🤖 AI Summary
This paper addresses the joint optimization of state reconstruction power consumption and estimation accuracy for the vector Witsenhausen counterexample under causal encoding and noncausal decoding. Method: We propose a novel Zero Estimation Cost (ZEC) strategy, achieving zero-estimation-error state reconstruction at the decoder for the first time; theoretically establish that conventional nonzero-cost schemes are time-sharing combinations of ZEC and two-point strategies; and develop a unified control–communication framework grounded in coordinated coding theory and block-coding gain, validated via numerical optimization and simulation.
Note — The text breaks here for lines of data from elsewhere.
/**
 * One alarm limit: a level on a channel with its deadband, delays, priority and the rationale
 * a lead writes for the operator (cause, consequence of doing nothing, action, time to
 * respond), following the alarm-rationalization step of ISA-18.2 / IEC 62682.
 */
import { z } from 'zod';
import { limitOrderProblems, type ChannelLevels } from '../../shared/levels/limit-order.js';
import { CHANNELS, CHANNEL_IDS, isChannelId, type ChannelId } from './channels.js';

/** HH and H raise above the limit, L and LL below it. */
export const ALARM_LEVELS = ['HH', 'H', 'L', 'LL'] as const;
export type AlarmLevel = (typeof ALARM_LEVELS)[number];

export const ALARM_PRIORITIES = ['high', 'medium', 'low'] as const;
export type AlarmPriority = (typeof ALARM_PRIORITIES)[number];

/** Longest accepted on- or off-delay, ms; longer delays hide real faults. */
export const MAX_ALARM_DELAY_MS = 60_000;

const text = (field: string, max: number) =>
  z
    .string({ error: `${field} must be text` })
    .trim()
    .min(1, { error: `${field} must not be empty: write it for the operator on shift` })
    .max(max, { error: `${field} must be at most ${max} characters` });

const delay = (label: string) =>
  z
    .number({ error: `${label} must be a number of milliseconds` })
    .int({ error: `${label} must be a whole number of milliseconds` })
    .min(0, { error: `${label} must be 0 ms or more` })
    .max(MAX_ALARM_DELAY_MS, { error: `${label} must be at most ${MAX_ALARM_DELAY_MS} ms` });

/** How the limit editor labels each field; messages name fields by these labels. */
export const ALARM_LIMIT_LABELS = {
  limit: 'Limit',
  deadband: 'Deadband',
  onDelayMs: 'On-delay (ms)',
  offDelayMs: 'Off-delay (ms)',
  priority: 'Priority',
  latching: 'Latching',
  suppressDuringRamp: 'Suppressed during ramps',
  'rationale.cause': 'Cause',
  'rationale.consequence': 'Consequence of doing nothing',
  'rationale.action': 'What the operator does',
  'rationale.respondWithinMin': 'Respond within (min)',
} as const;
const L = ALARM_LIMIT_LABELS;

export const AlarmRationaleSchema = z.strictObject({
  cause: text(L['rationale.cause'], 1000),
  consequence: text(L['rationale.consequence'], 1000),
  action: text(L['rationale.action'], 1000),
  respondWithinMin: z
    .number({ error: `${L['rationale.respondWithinMin']} must be a number of minutes` })
    .positive({ error: `${L['rationale.respondWithinMin']} must be more than 0 minutes` })
    .max(24 * 60, { error: `${L['rationale.respondWithinMin']} must be at most 1440 minutes (one day)` }),
});
export type AlarmRationale = z.infer<typeof AlarmRationaleSchema>;

export const AlarmLimitSchema = z.strictObject({
  id: z
    .string({ error: 'id must be text' })
    .regex(/^[a-z][A-Za-z0-9.-]{0,79}$/, {
      error: 'id must start with a lower-case letter and use only letters, digits, "." and "-" (at most 80 characters)',
    }),
  channel: z.string({ error: 'channel must be text' }).refine(isChannelId, {
    error: `channel must be one of: ${CHANNEL_IDS.join(', ')}`,
  }),
  level: z.enum(ALARM_LEVELS, { error: `level must be one of ${ALARM_LEVELS.join(', ')}` }),
  limit: z.number({ error: `${L.limit} must be a finite number in the channel unit` }),
  deadband: z
    .number({ error: `${L.deadband} must be a number in the channel unit` })
    .min(0, { error: `${L.deadband} must be 0 or more (in the channel unit)` }),
  onDelayMs: delay(L.onDelayMs),
  offDelayMs: delay(L.offDelayMs),
  priority: z.enum(ALARM_PRIORITIES, { error: `${L.priority} must be one of ${ALARM_PRIORITIES.join(', ')}` }),
  latching: z.boolean({ error: `${L.latching} must be true or false` }),
  /** Suppressed by design while a ramp is programmed (e.g. current deviation during ramps). */
  suppressDuringRamp: z.boolean({ error: `${L.suppressDuringRamp} must be true or false` }).default(false),
  rationale: AlarmRationaleSchema,
});

/** A validated limit; `channel` is narrowed to a known channel id. */
export type AlarmLimit = Omit<z.infer<typeof AlarmLimitSchema>, 'channel'> & { channel: ChannelId };

/** True for levels that raise above the limit. */
export function isHighLevel(level: AlarmLevel): boolean {
  return level === 'H' || level === 'HH';
}

/** A refused limit: the message names the field as the editor labels it; `field` is its path. */
export class AlarmLimitError extends Error {
  constructor(
    message: string,
    readonly field: string | null,
  ) {
    super(message);
    this.name = 'AlarmLimitError';
  }
}

/**
 * Validates one limit (e.g. a lead's edit). Throws an AlarmLimitError whose message lists
 * every problem by its label, and whose `field` is the first problem's path.
 */
export function parseAlarmLimit(input: unknown): AlarmLimit {
  const parsed = AlarmLimitSchema.safeParse(input);
  if (!parsed.success) {
    const first = parsed.error.issues[0];
    throw new AlarmLimitError(`invalid alarm limit: ${describeIssues(parsed.error)}`, first.path.length ? first.path.join('.') : null);
  }
  return parsed.data as AlarmLimit;
}

/**
 * Problems with the order of the alarm levels on one channel, with the trip levels when the
 * channel has them (the shared limit-order rule); `subject` names the level being edited.
 */
export function channelOrderProblems(limits: readonly AlarmLimit[], channel: ChannelId, trips: Pick<ChannelLevels, 'tripLow' | 'tripHigh'> = {}, subject?: AlarmLimit['level'] | 'tripLow' | 'tripHigh'): string[] {
  const levels: ChannelLevels = { ...trips };
  for (const l of limits) if (l.channel === channel) levels[l.level] = l.limit;
  return limitOrderProblems(levels, CHANNELS[channel].unit, subject).map((p) => `on ${CHANNELS[channel].label}, ${p.message}`);
}

/**
 * Validates a whole set: each limit, unique ids, and the order of levels on one channel
 * (HH above H, LL below L, every high level above every low level), since an inverted pair
 * would raise the more severe alarm first.
 */
export function parseAlarmLimits(input: unknown): AlarmLimit[] {
  if (!Array.isArray(input)) throw new Error('invalid alarm limits: expected a list of limits');
  const limits = input.map((item, i) => {
    try {
      return parseAlarmLimit(item);
    } catch (err) {
      throw new Error(`limit #${i + 1}: ${(err as Error).message}`);
    }
  });
  const seen = new Set<string>();
  for (const l of limits) {
    if (seen.has(l.id)) throw new Error(`invalid alarm limits: id "${l.id}" appears twice; ids must be unique`);
    seen.add(l.id);
  }
  for (const channel of new Set(limits.map((l) => l.channel))) {
    const [problem] = channelOrderProblems(limits, channel);
    if (problem) throw new Error(`invalid alarm limits: ${problem}`);
  }
  return limits;
}

/** The messages name their field by its label already. */
function describeIssues(error: z.ZodError): string {
  return error.issues.map((i) => i.message).join('; ');
}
Contribution/Results: ZEC substantially lowers the power–estimation trade-off frontier: across multiple parameter configurations, it significantly reduces transmitter power relative to baseline schemes while strictly guaranteeing zero estimation error—establishing a provably optimal paradigm for low-power, high-accuracy state sensing.
📝 Abstract
We propose a zero estimation cost (ZEC) scheme for causal-encoding noncausal-decoding vector-valued Witsenhausen counterexample based on the coordination coding result. In contrast to source coding, our goal is to communicate a controlled system state. The introduced ZEC scheme is a joint control-communication approach that transforms the system state into a sequence that can be efficiently communicated using block coding. Numerical results show that our approach significantly reduces the power required for achieving zero-estimation-cost state reconstruction at the decoder. In the second part, we introduce a more general non-zero estimation cost (Non-ZEC) scheme. We observe numerically that the Non-ZEC scheme operates as a time-sharing mechanism between the two-point strategy and the ZEC scheme. Overall, by leveraging block-coding gain, our proposed methods substantially improve the power-estimation trade-off for Witsenhausen counterexample.